Experimental program
Comparison scheme
Effect test

Embodiment 1

[0041] Example 1 Design of primers, probes, and verification templates

[0042] According to the sequence information of CYP2D6*10 and CYP2D6*14 published in the NCBI dbSNP database (https: / / www.ncbi.nlm.nih.gov / SNP / ), the two alleles of the CYP2D6 gene were designed as shown in Table 1. The detection primers and probes of polymorphism sites, after screening, optimization, and a large number of experimental verifications, the primer and probe sequences are as follows:

[0043] (1) Primers and probes for CYP2D6*10 SNP gene polymorphism detection:

[0044] C100T wild-type allele upstream primer (1W-F):

[0045] 5'-CGCCAACGCTGGGCTGCACGCTAC-3' (SEQ ID NO. 1),

[0046] C100T mutant allele upstream primer (1M-F):

[0047] 5'-CGCCAACGCTGGGCTGCACGCTAT-3' (SEQ ID NO. 2),

[0048] Common downstream primer for C100T allele (1C-R):

[0049] 5'-CCTCAGGACCTCTGCCGCCCTCC-3' (SEQ ID NO.3),

[0050] C100T allele-specific probe (1P):

[0051] 5'-TGTTCTGGAAGTCCACATGCAGCA-3' (SEQ ID NO. 4);...

Embodiment 2

[0094] Example 2 Kit for detecting CYP2D6 gene polymorphism sites

[0095] The real-time fluorescent PCR kit for rapid detection of CYP2D6 gene polymorphism sites includes the following components: primers for each gene as described in Example 1, detection probes, wild-type positive controls, mutant positive controls, The 5' end of the detection probe of each gene is connected with a fluorescent group, and the 3' end is connected with a quenching group; wherein, the fluorescent group is any one of FAM, JOE, CY3, and HEX, and the quenching group is MGB , any of BHQ1, TAMRA, BHQ2.

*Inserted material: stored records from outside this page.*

"""The generation forecast on histories drawn in the test from a known process
(`helpers.synthetic_load_factor`: yearly season + weekend dip + AR(1) + forced outages).

The statistical checks use fixed seeds, so they are repeatable; their bands are wide
enough to hold for any seed (see each comment), not tuned to the one used.
"""

from __future__ import annotations

import dataclasses

import numpy as np
import pandas as pd
import pytest

from helpers import START, minimal_sheets, synthetic_history, workbook_bytes
from reagentplan.forecast import backtest, fit_generation, fit_unit, median_generation
from reagentplan.scenario import Unit, load_scenario
from reagentplan.timeseries.generation import (MODEL_NAMES, SEASON_MIN_DAYS, WEEKLY_MIN_DAYS,
                                               simulate_generation)
from reagentplan.timeseries.noise import fit_ar_noise, noise_mean_sd, simulate_noise
from reagentplan.timeseries.outages import (OutageModel, fit_outages, off_line_probability,
                                            simulate_outages)

UNITS = tuple(Unit(f"U{k}", 200.0, 10.0, 0.0) for k in range(1, 5))
CAP = 200.0 * 24


@pytest.fixture(scope="module")
def base():
    return load_scenario(workbook_bytes(minimal_sheets()))


def scenario_with(base, history, units=UNITS, plan=None):
    """The minimal scenario with other units, a history, and no dispatch plan."""
    gen = base.generation.iloc[0:0] if plan is None else plan
    return dataclasses.replace(base, units=units, generation=gen, generation_history=history)


def one_unit(days, seed=0, **process):
    h = synthetic_history({"U1": 200.0}, days, seed=seed, **process)
    return pd.Series(h["mwh"].to_numpy(), index=pd.DatetimeIndex(h["date"]))


# --------------------------------------------------------------------------- backtest


@pytest.fixture(scope="module")
def three_years_backtest(base):
    """Four independent units, three years of history, the last 120 days held back."""
    hist = synthetic_history({u.unit: 200.0 for u in UNITS}, 3 * 365, seed=0)
    return backtest(scenario_with(base, hist), 120, n_futures=400, seed=1)


def test_p10_p90_covers_about_80_percent_of_held_back_days(three_years_backtest):
    # Pooled over 4 units x 120 days.  Each unit's days are autocorrelated (phi 0.8),
    # so the pool holds only about 4 x 120 x (1 - 0.8) / (1 + 0.8) = 53 independent
    # days: the sampling sd of the coverage is about sqrt(0.8 x 0.2 / 53) = 0.055.
    # Fitted (not true) parameters and forced-outage days (about 3 % of days, at 0 MWh,
    # below P10) pull it a little under 0.8.  0.65-0.93 is about -2.5 to +2.4 sd.
    s = three_years_backtest.summary
    units = s[s["series"].isin([u.unit for u in UNITS])]
    pooled = float(np.average(units["coverage_p10_p90"], weights=units["days"]))
    assert 0.65 <= pooled <= 0.93, units


def test_median_beats_seasonal_naive(three_years_backtest):
    # The model knows the season and the weekday and carries the last deviation; the
    # same weekday 52 weeks earlier carries a whole independent deviation of its own
    # (error sd about sqrt(2) x that of the model a few days out).
    s = three_years_backtest.summary
    for r in s.itertuples():
        assert r.mae_median < r.mae_seasonal_naive, r
    assert s["mae_median"].sum() < 0.85 * s["mae_seasonal_naive"].sum()


def test_backtest_reports_every_series_and_day(three_years_backtest):
    r = three_years_backtest
    assert list(r.summary["series"]) == ["U1", "U2", "U3", "U4", "plant"]
    assert (r.summary["days"] == 120).all()
    d = r.daily
    assert len(d) == 5 * 120
    assert (d["p10"] <= d["p50"]).all() and (d["p50"] <= d["p90"]).all()
    assert set(r.summary["model"][:4]) == {MODEL_NAMES["seasonal"]}


def test_backtest_leaving_too_little_history_is_bad_input(base):
    from reagentplan.errors import ScenarioError

    hist = synthetic_history({"U1": 200.0}, 40, seed=1)
    with pytest.raises(ScenarioError) as info:
        backtest(scenario_with(base, hist, UNITS[:1]), 30)
    msg = str(info.value.problems[0])
    assert "generation_history" in msg and "U1 would keep 10 day(s)" in msg


# --------------------------------------------------------------------------- models


def test_fit_recovers_the_known_process():
    m = fit_unit(one_unit(3 * 365, seed=3, sd=0.05, phi=0.8), "U1", 200.0)
    assert m.kind == "seasonal"
    assert m.noise.ar[0] == pytest.approx(0.8, abs=0.08)
    assert m.noise.stationary_sd == pytest.approx(0.05, rel=0.2)
    # weekday levels: Sunday dips 1.3 x the Saturday dip of 0.07 below the weekdays
    mon = m.params[0]
    assert mon - m.params[5] == pytest.approx(0.07, abs=0.02)
    assert mon - m.params[6] == pytest.approx(0.091, abs=0.02)
    assert m.outages.failure_prob * 365 == pytest.approx(3.0, rel=0.6)
    assert set(m.outages.lengths) <= {2, 3, 4, 5}


@pytest.mark.parametrize("days, kind, words", [
    (SEASON_MIN_DAYS, "seasonal", "yearly season"),
    (SEASON_MIN_DAYS - 1, "weekly", "fallback: less than two years"),
    (WEEKLY_MIN_DAYS, "weekly", "fallback: less than two years"),
    (WEEKLY_MIN_DAYS - 1, "level", "fallback: less than eight weeks"),
    (20, "level", "fallback: less than eight weeks"),
])
def test_short_history_falls_back_to_a_named_model(days, kind, words):
    m = fit_unit(one_unit(days, seed=5, outages_per_year=0), "U1", 200.0)
    assert m.kind == kind
    assert words in m.describe()


def test_unit_off_line_through_its_history_is_forecast_at_zero(base):
    hist = synthetic_history({"U1": 200.0}, 60, seed=1)
    hist["mwh"] = 0.0
    scn = scenario_with(base, hist, UNITS[:1])
    m = fit_generation(hist, scn.units)
    assert m.units["U1"].kind == "off" and "fallback" in m.units["U1"].describe()
    assert (median_generation(scn, m)["U1"] == 0).all()


def test_samples_stay_within_zero_and_capacity(base):
    # a unit running near full load: the noise must be cut at capacity x 24 h
    hist = synthetic_history({"U1": 200.0}, 400, seed=2, level=0.95, sd=0.08)
    scn = scenario_with(base, hist, UNITS[:1])
    m = fit_generation(hist, scn.units)
    plan = pd.DataFrame(np.nan, index=scn.dates, columns=["U1"])
    g = simulate_generation(m, scn.dates, plan, 3000, np.random.SeedSequence(4))["U1"]
    assert g.min() >= 0 and g.max() <= CAP * (1 + 1e-6)
    assert (g == 0).any()  # forced outages
    assert np.isclose(g, CAP, rtol=1e-6).any()  # the cut at capacity


def test_dispatch_plan_is_the_median_and_history_gives_the_spread(base):
    hist = synthetic_history({"U1": 200.0}, 400, seed=6, outages_per_year=0)
    scn = scenario_with(base, hist, UNITS[:1])
    m = fit_generation(hist, scn.units)
    plan_mwh = np.linspace(2000, 3500, len(scn.dates))
    plan_mwh[3] = 0.0  # a planned outage day stays at 0
    plan = pd.DataFrame({"U1": plan_mwh}, index=scn.dates)
    g = simulate_generation(m, scn.dates, plan, 20000, np.random.SeedSequence(2))["U1"]
    med = np.median(g, axis=1)
    on = plan_mwh > 0
    assert np.allclose(med[on], plan_mwh[on], atol=0.01 * CAP)
    assert (g[3] == 0).all()
    # the spread is the noise's, conditional on the last history days (normal: P90 - P10
    # = 2 x 1.2816 sd)
    _, sd = noise_mean_sd(m.units["U1"].noise, len(scn.dates))
    spread = np.percentile(g[-1], 90) - np.percentile(g[-1], 10)
    assert spread == pytest.approx(2 * 1.2816 * sd[-1] * CAP, rel=0.1)


def test_correlated_units_are_sampled_jointly(base):
    # two units sharing an AR(1) component of sd 0.04 next to their own 0.04: the
    # correlation of their deviations is 0.5 (0.04^2 / (0.04^2 + 0.04^2))
    hist = synthetic_history({"U1": 200.0, "U2": 200.0}, 900, seed=8, sd=0.04, shared_sd=0.04,
                             outages_per_year=0)
    scn = scenario_with(base, hist, UNITS[:2])
    m = fit_generation(hist, scn.units)
    assert m.correlation[0, 1] == pytest.approx(0.5, abs=0.12)
    plan = pd.DataFrame(np.nan, index=scn.dates, columns=["U1", "U2"])
    g = simulate_generation(m, scn.dates, plan, 4000, np.random.SeedSequence(1))
    r = np.corrcoef(g["U1"][-1], g["U2"][-1])[0, 1]
    assert r == pytest.approx(m.correlation[0, 1], abs=0.06)


def test_median_generation_fills_only_the_days_not_planned(base):
    hist = synthetic_history({"U1": 200.0}, 400, seed=9, outages_per_year=0)
    days = base.dates
    plan = pd.DataFrame({"date": days[:4], "unit": "U1", "mwh": 1234.0})
    scn = scenario_with(base, hist, UNITS[:1], plan=plan)
    med = median_generation(scn)["U1"]
    assert (med.iloc[:4] == 1234.0).all()
    assert med.iloc[4:].between(0.3 * CAP, CAP).all()
    assert median_generation(scn).equals(median_generation(scn))  # deterministic


# --------------------------------------------------------------------------- pieces


@pytest.mark.parametrize("model", [
    OutageModel(0.05, (1, 2, 5)), OutageModel(0.3, (1,)), OutageModel(0.01, (3, 9), (2, 7), 4),
    OutageModel(0.0, (), (), 3), OutageModel(0.02, (2, 3, 10), (1, 4), 6)])
@pytest.mark.parametrize("start_off", [True, False])
def test_outage_sampler_draws_the_process_off_line_probability_describes(model, start_off):
    # off_line_probability steps the exact state distribution of the process day by day;
    # with 20,000 futures the sampled share has an sd below 0.0036, so 0.015 is > 4 sd
    off, restart = simulate_outages(model, np.random.default_rng(0), 120, 20000, start_off)
    exact = off_line_probability(model, 120, start_off)
    assert np.allclose(off.mean(axis=1), exact, atol=0.015)
    # a restart day is exactly the first day on line after a day off line
    assert np.array_equal(restart[1:], off[:-1] & ~off[1:])
    assert (restart[0] == (start_off and model.off_at_end > 0) & ~off[0]).all()


def test_off_line_probability_of_an_outage_running_at_the_start():
    exact = off_line_probability(OutageModel(0.02, (2, 3, 10), (1, 4), 6), 120)
    # half the futures start with 1 day still to run, half with 4
    assert exact[0] == 1.0 and exact[3] == pytest.approx(0.5, abs=0.03) and exact[4] < 0.1
    # in the long run: mean length / (mean days on line between outages + mean length),
    # the days on line being geometric less the day it fails: 1 / 0.02 - 1 = 49
    assert exact[-1] == pytest.approx(5.0 / (49 + 5.0), abs=0.005)


def test_outage_runs_from_a_history():
    lf = np.full(100, 0.8)
    lf[10:13] = 0.0     # forced, 3 days
    lf[40:41] = 0.01    # near zero counts as off line: forced, 1 day
    lf[60:80] = 0.0     # 20 days: planned
    lf[97:] = 0.0       # running at the end
    m = fit_outages(lf)
    assert m.lengths == (3, 1) and m.planned_runs == 1 and m.off_at_end == 3
    # starts of forced runs / days at risk (73 days on line + the 3 days outages began)
    assert m.failure_prob == pytest.approx(3 / 76)
    assert m.remaining == (17,)  # only the 20-day run lasted longer than 3 days


def test_ar_noise_with_missing_days():
    # AR(1) phi 0.7, sd 1, a third of the days missing: the Kalman filter skips them
    rng = np.random.default_rng(11)
    n, phi = 3000, 0.7
    x = np.empty(n)
    v = 0.0
    for t in range(n):
        v = phi * v + rng.normal(0, np.sqrt(1 - phi**2))
        x[t] = v
    x[rng.random(n) < 0.33] = np.nan
    noise, innov = fit_ar_noise(x, max_order=2)
    assert noise.ar[0] == pytest.approx(phi, abs=0.06)
    assert noise.stationary_sd == pytest.approx(1.0, rel=0.1)
    assert np.isnan(innov[np.isnan(x)]).all()
    mean, sd = noise_mean_sd(noise, 60)
    assert sd[0] < sd[-1] and sd[-1] == pytest.approx(noise.stationary_sd, rel=0.02)
    paths = simulate_noise(noise, rng.standard_normal((60, 20000)), rng.standard_normal((20000, noise.order)))
    assert np.allclose(paths.mean(axis=1), mean, atol=0.03)
    assert np.allclose(paths.std(axis=1), sd, rtol=0.05)


@pytest.mark.parametrize("gap_days, persists", [(0, True), (800, False)])
def test_the_last_deviation_persists_unless_the_history_is_old(base, gap_days, persists):
    end = START - pd.Timedelta(days=1 + gap_days)
    hist = synthetic_history({"U1": 200.0}, 3 * 365, seed=4, end=end, outages_per_year=0)
    scn = scenario_with(base, hist, UNITS[:1])
    m = fit_generation(hist, scn.units)
    usual = m.units["U1"]
    hist.loc[hist.index[-5:], "mwh"] *= 1.25  # the last days run well above the usual
    m = fit_generation(hist, scn.units)
    plan = pd.DataFrame(np.nan, index=scn.dates, columns=["U1"])
    g = simulate_generation(m, scn.dates, plan, 4000, np.random.SeedSequence(3))["U1"]
    from reagentplan.timeseries.generation import expected_load_factor

    lift = np.median(g[0]) / CAP - expected_load_factor(usual, scn.dates[:1])[0]
    if persists:
        assert lift > 0.05
    else:
        assert abs(lift) < 0.02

[0096] In order to avoid missed detection and wrong detection, it also includes: quality control primer pair, quality control probe and quality control positive control as internal quality control, the sequence is as described in Example 1, and the fluorophore of the quality control probe Fluorophores other than detection probes.

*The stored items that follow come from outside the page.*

"""Small scenario workbooks built in the tests (invented values, not demo data)."""

from __future__ import annotations

import copy
import datetime as dt
import io
from pathlib import Path

import numpy as np
import pandas as pd
from openpyxl import Workbook

START = dt.date(2030, 3, 4)  # a Monday


def minimal_sheets(days: int = 10, mwh: float = 2500.0) -> dict[str, list[list]]:
    """One 200 MW unit burning 1,000 t/day of 2 % S coal (25 MJ/kg at 10 GJ/MWh)."""
    gen = [["date", "unit", "mwh"]] + [
        [START + dt.timedelta(days=i), "U1", mwh] for i in range(days)]
    return {
        "plant": [["key", "value", "note"], ["name", "Test Station", None],
                  ["start_date", START, None], ["horizon_days", days, None],
                  ["boiler", "pc", None], ["so2_conversion_pct", 95, None],
                  ["fly_ash_share_pct", 80, None], ["fly_ash_loi_pct", 0, None],
                  ["so2_limit_kg_per_gj", 0.1, None], ["so2_limit_avg_days", 3, None]],
        "scrubber": [["key", "value"], ["removal_pct", 97], ["ca_s_ratio", 1.03],
                     ["limestone_caco3_pct", 94], ["oxidation_pct", 100],
                     ["gypsum_moisture_pct", 10], ["esp_efficiency_pct", 100],
                     ["injection_removal_pct", 0], ["prescrubber_hcl_removal_pct", 0],
                     ["gypsum_chloride_ppm", 40]],
        "units": [["unit", "capacity_mw", "heat_rate_gj_per_mwh", "gas_heat_share_pct"],
                  ["U1", 200, 10, 0]],
        "generation": gen,
        "coal_sources": [["source", "sulfur_pct", "ash_pct", "moisture_pct", "hhv_mj_per_kg",
                          "chlorine_pct", "sulfur_sd_pct"],
                         ["Coal A", 2.0, 10.0, 8.0, 25.0, 0.0, 0.2],
                         ["Coal B", 0.5, 6.0, 25.0, 20.0, 0.0, 0.05]],
        "coal_blend": [["date", "source", "share_pct"], [START, "Coal A", 100]],
        "storage": [["store", "capacity_t", "safety_t", "initial_t"],
                    ["limestone", 5000, 500, 2000], ["gypsum", 3000, 0, 1000],
                    ["fly_ash", 2000, 0, 500], ["bottom_ash", 800, 0, 100]],
        "suppliers": [["supplier", "mode", "load_t", "max_loads_per_day", "lead_days", "weekdays",
                       "price_per_t", "freight_per_load", "min_t_per_month", "max_t_per_month"],
                      ["Quarry Q", "rail", 1000, 1, 3, "Mon-Fri", 15, 2000, None, 30000]],
        "buyers": [["buyer", "material", "mode", "load_t", "max_loads_per_day", "weekdays",
                    "price_per_t", "min_t_per_month", "max_t_per_month", "min_purity_pct",
                    "max_moisture_pct", "max_chloride_ppm", "max_loi_pct", "max_so3_pct", "months"],
                   ["Board Co", "gypsum", "truck", 25, 20, "Mon-Fri", 3, None, 3000, 94, 12, 100,
                    None, None, None],
                   ["Mix Co", "fly_ash", "truck", 25, 10, "Mon-Sat", 20, None, None, None, None,
                    None, 6, 5, "Mar-Nov"]],
        "disposal": [["site", "material", "cost_per_t", "max_t_per_day", "airspace_t"],
                     ["Cell 1", "gypsum", 12, 2000, 1e6], ["Cell 1", "fly_ash", 14, 2000, 1e6],
                     ["Cell 1", "bottom_ash", 10, 500, 1e6]],
    }


def clone(sheets: dict[str, list[list]]) -> dict[str, list[list]]:
    return copy.deepcopy(sheets)


def build_workbook(sheets: dict[str, list[list]]) -> Workbook:
    wb = Workbook()
    wb.remove(wb.active)
    for name, rows in sheets.items():
        ws = wb.create_sheet(name)
        for row in rows:
            ws.append(list(row))
    return wb


def write_workbook(sheets: dict[str, list[list]], path: Path) -> Path:
    build_workbook(sheets).save(path)
    return path


def workbook_bytes(sheets: dict[str, list[list]]) -> bytes:
    buf = io.BytesIO()
    build_workbook(sheets).save(buf)
    return buf.getvalue()


def set_value(sheets: dict, sheet: str, key_or_row, column: str, value) -> dict:
    """Set one cell: in a key/value sheet by key, in a table by data-row index (0-based)."""
    rows = sheets[sheet]
    if rows[0][:2] == ["key", "value"]:
        for r in rows[1:]:
            if r[0] == key_or_row:
                r[1] = value
                return sheets
        rows.append([key_or_row, value] + [None] * (len(rows[0]) - 2))
        return sheets
    j = rows[0].index(column)
    rows[1 + key_or_row][j] = value
    return sheets


# --------------------------------------------------------------------------- histories


def ar1(rng: np.random.Generator, n: int, phi: float, sd: float) -> np.ndarray:
    """A stationary AR(1) series of ``n`` days: persistence ``phi``, standard deviation
    ``sd`` [unit of sd]."""
    e = np.empty(n)
    x = rng.normal(0, sd)
    innov = sd * np.sqrt(1 - phi**2)
    for t in range(n):
        x = phi * x + rng.normal(0, innov)
        e[t] = x
    return e


def synthetic_load_factor(dates: pd.DatetimeIndex, rng: np.random.Generator, phi: float = 0.8,
                          sd: float = 0.04, season: float = 0.08, weekend: float = 0.07,
                          outages_per_year: float = 3.0, outage_days: tuple[int, int] = (2, 5),
                          level: float = 0.7, common: np.ndarray | None = None) -> np.ndarray:
    """A known daily load-factor process [-]: level + yearly season (two peaks) +
    weekend dip + AR(1) deviation (``phi`` per day, stationary ``sd``; plus an optional
    shared ``common`` series) on line, and forced outages (0) starting at random
    (``outages_per_year``) with lengths drawn evenly from ``outage_days``."""
    n = len(dates)
    doy = dates.day_of_year.to_numpy()
    wd = dates.day_of_week.to_numpy()
    mean = (level + season * np.cos(4 * np.pi * (doy - 20) / 365.25)
            - weekend * (wd == 5) - 1.3 * weekend * (wd == 6))
    lf = mean + ar1(rng, n, phi, sd) + (0 if common is None else common)
    off = np.zeros(n, dtype=bool)
    p = outages_per_year / 365.0
    t = 0
    while t < n:
        if rng.random() < p:
            k = int(rng.integers(outage_days[0], outage_days[1] + 1))
            off[t:t + k] = True
            t += k
        t += 1
    return np.where(off, 0.0, np.clip(lf, 0.06, 1.0))


def synthetic_history(units: dict[str, float], days: int, seed: int = 0,
                      end: dt.date = START - dt.timedelta(days=1), shared_sd: float = 0.0,
                      **process) -> pd.DataFrame:
    """History (date, unit, mwh) of ``days`` days ending on ``end`` for units
    {name: capacity [MW]}, from `synthetic_load_factor`; ``shared_sd`` adds an AR(1)
    component common to all units (correlated deviations)."""
    rng = np.random.default_rng(seed)
    dates = pd.date_range(end=pd.Timestamp(end), periods=days, freq="D")
    common = ar1(rng, days, process.get("phi", 0.8), shared_sd) if shared_sd else None
    frames = [pd.DataFrame({"date": dates, "unit": name,
                            "mwh": np.round(synthetic_load_factor(dates, rng, common=common,
                                                                  **process) * cap * 24, 1)})
              for name, cap in units.items()]
    return (pd.concat(frames).sort_values(["date", "unit"], kind="stable")
            .reset_index(drop=True))


def history_rows(history: pd.DataFrame) -> list[list]:
    """A history frame as the rows of a ``generation_history`` sheet."""
    return [["date", "unit", "mwh"]] + [[d.date(), u, float(m)] for d, u, m in
                                        history.itertuples(index=False)]


def synthetic_labs(source: str, days: int, sulfur: float, sd: float, phi: float, seed: int = 0,
                   end: dt.date = START - dt.timedelta(days=1),
                   weekdays: tuple[int, ...] = (0, 2, 4)) -> list[list]:
    """Rows of ``coal_quality_history`` for one source: sulfur an AR(1) around ``sulfur``
    (``phi`` per day, stationary ``sd``) sampled on ``weekdays``; ash and HHV constant."""
    rng = np.random.default_rng(seed)
    dates = pd.date_range(end=pd.Timestamp(end), periods=days, freq="D")
    x = rng.normal(0, sd)
    rows = []
    for d in dates:
        x = phi * x + rng.normal(0, sd * np.sqrt(1 - phi**2))
        if d.weekday() in weekdays:
            rows.append([d.date(), source, round(sulfur + x, 4), 10.0, 25.0])
    return rows


def lab_sheet(*row_lists: list[list]) -> list[list]:
    """A ``coal_quality_history`` sheet from per-source rows, in date order."""
    rows = sorted((r for rl in row_lists for r in rl), key=lambda r: r[0])
    return [["date", "source", "sulfur_pct", "ash_pct", "hhv_mj_per_kg"]] + rows


def history_only(sheets: dict[str, list[list]]) -> dict[str, list[list]]:
    """Drop every row of the ``generation`` sheet (the forecast covers the horizon)."""
    sheets["generation"] = sheets["generation"][:1]
    return sheets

[0097] In order to prevent the reaction system from volatilizing du...

Embodiment 3

[0099] Example 3 Preparation of detection kit

[0100] The kit in this example is based on Example 2, and is prepared as a kit that can be directly added to the test sample for detection. It is composed of a CYP2D6 6-linked PCR reaction strip and a CYP2D6 positive control. The components in each tube in the kit are See Table 2.

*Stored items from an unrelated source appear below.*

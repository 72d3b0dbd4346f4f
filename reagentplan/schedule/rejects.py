"""Mill rejects: hauled each day straight from the pulverisers to the sites that take them.

The rejects have no store: what the mills reject on a day leaves that day, to the
``disposal`` rows of material ``mill_rejects``, cheapest first, each within its
``max_t_per_day``, its remaining ``airspace_t`` and its open days (`lane_closures`).
What no site can take is reported as a breach, the way a store's breaches are.

The haul is not a decision of the optimiser: the plan and the reorder-point baseline
burn the same coal, so they make and haul the same rejects and pay the same for them.
Hence `reagentplan.schedule.lanes.build_lanes` makes no lane of these rows.
"""

from __future__ import annotations

from dataclasses import dataclass

import numpy as np
import pandas as pd

from ..scenario import DisposalSite, Scenario
from ..schema import MILL_REJECTS

#: What a rejects breach says it is, beside the store breaches' kinds.
NOT_HAULED = "not hauled away"


@dataclass(frozen=True)
class RejectsHaul:
    """The daily haul of the mill rejects.

    Attributes
    ----------
    sites : the ``mill_rejects`` disposal rows, cheapest first
    hauled_t : per site name, tonnes hauled per day [t/d]
    unhauled_t : rejects no site could take, per day [t/d]
    cost : per day, the money paid for the haul [money/d]
    why : per day with rejects left over, what stopped each site ('' otherwise)
    """

    sites: tuple[DisposalSite, ...]
    hauled_t: dict[str, np.ndarray]
    unhauled_t: np.ndarray
    cost: np.ndarray
    why: tuple[str, ...]

    @property
    def total_hauled_t(self) -> np.ndarray:
        """Tonnes hauled per day over all sites [t/d]."""
        return sum(self.hauled_t.values(), np.zeros(len(self.unhauled_t)))


def rejects_sites(scenario: Scenario) -> tuple[DisposalSite, ...]:
    """The disposal rows that take mill rejects, cheapest first (ties in sheet order)."""
    sites = [d for d in scenario.disposal if d.material == MILL_REJECTS]
    return tuple(sorted(sites, key=lambda d: d.cost_per_t))


def haul_rejects(scenario: Scenario, rejects_t) -> RejectsHaul:
    """Haul each day's mill rejects [t/d] to the cheapest open sites with room.

    Each site takes at most its ``max_t_per_day`` [t/d] on a day it is open and, over the
    horizon, at most its remaining ``airspace_t`` [t]; the cost is ``cost_per_t``
    [money/t] of each tonne hauled.
    """
    rejects_t = np.asarray(rejects_t, dtype=float)
    n = len(rejects_t)
    sites = rejects_sites(scenario)
    hauled = {d.site: np.zeros(n) for d in sites}
    open_ = {d.site: scenario.lane_open(d) for d in sites}
    room = {d.site: np.inf if d.airspace_t is None else float(d.airspace_t) for d in sites}
    left = rejects_t.copy()
    cost = np.zeros(n)
    why: list[str] = [""] * n
    for day in range(n):
        for d in sites:
            if left[day] <= 0 or not open_[d.site][day]:
                continue
            cap = np.inf if d.max_t_per_day is None else float(d.max_t_per_day)
            take = min(left[day], cap, room[d.site])
            hauled[d.site][day] = take
            room[d.site] -= take
            left[day] -= take
            cost[day] += take * d.cost_per_t
        if left[day] > 1e-9:
            why[day] = _why_full(sites, open_, hauled, room, day)
        else:
            left[day] = 0.0
    return RejectsHaul(sites, hauled, left, cost, tuple(why))


def _why_full(sites, open_, hauled, room, day) -> str:
    """In words, why the sites took no more rejects on ``day``."""
    if not sites:
        return f"no disposal site takes {MILL_REJECTS}"
    reasons = []
    for d in sites:
        if not open_[d.site][day]:
            reasons.append(f"{d.site} closed")
        elif room[d.site] <= 1e-9:
            reasons.append(f"airspace used up at {d.site}")
        else:
            reasons.append(f"{d.site} at its daily limit of {d.max_t_per_day:g} t")
    return "; ".join(reasons)


def rejects_breaches(haul: RejectsHaul, dates: pd.DatetimeIndex) -> list[dict]:
    """One breach per run of days with rejects no site took, named like the store
    breaches (``store`` = ``mill_rejects``), its ``tonnes`` the rejects left over in the
    run [t] and its ``cause`` the sites' limits in words."""
    from .permit import runs

    out = []
    for a, b in runs(haul.unhauled_t > 1e-6):
        causes = []
        for w in haul.why[a:b + 1]:
            for part in w.split("; "):
                if part and part not in causes:
                    causes.append(part)
        out.append({"store": MILL_REJECTS, "kind": NOT_HAULED,
                    "first_date": f"{dates[a]:%Y-%m-%d}", "last_date": f"{dates[b]:%Y-%m-%d}",
                    "tonnes": round(float(haul.unhauled_t[a:b + 1].sum()), 1),
                    "cause": ("the mills reject more than the mill-reject sites take: "
                              + "; ".join(causes)
                              + "; add a site, raise its daily limit, or burn coal with fewer rejects"),
                    "_first": int(a), "_last": int(b)})
    return out


def haul_frame(haul: RejectsHaul, rejects_t, dates: pd.DatetimeIndex) -> pd.DataFrame:
    """The haul day by day, wide: date, rejects made [t], tonnes to each site [t], tonnes
    not hauled [t] and the day's cost [money]."""
    out = pd.DataFrame({"date": dates, "made_t": np.asarray(rejects_t, dtype=float)})
    for d in haul.sites:
        out[f"to {d.site}_t"] = haul.hauled_t[d.site]
    out["not_hauled_t"] = haul.unhauled_t
    out["cost"] = haul.cost
    return out


def has_rejects(scenario: Scenario) -> bool:
    """True when some coal source has mill rejects or a site takes them."""
    return bool(rejects_sites(scenario)) or any(s.mill_rejects_pct > 0 for s in scenario.coal_sources)


__all__ = ["NOT_HAULED", "RejectsHaul", "haul_frame", "haul_rejects", "has_rejects",
           "rejects_breaches", "rejects_sites"]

[0101] Table 2 Kit composition

[0102]

[0103]

[0104] The full name of Taqman Master Mix is ​​TaqMan Real-Time PCR Master Mixes, purchased from ThermoFisher Scientific (Thermo Fisher Scientific); 10×PCR buffer (Mg 2+ Plus) uses TaKaRa Bioengineering (Dalian) Co., Ltd., and can also apply buffers and DNA polymerases from other companies on the market.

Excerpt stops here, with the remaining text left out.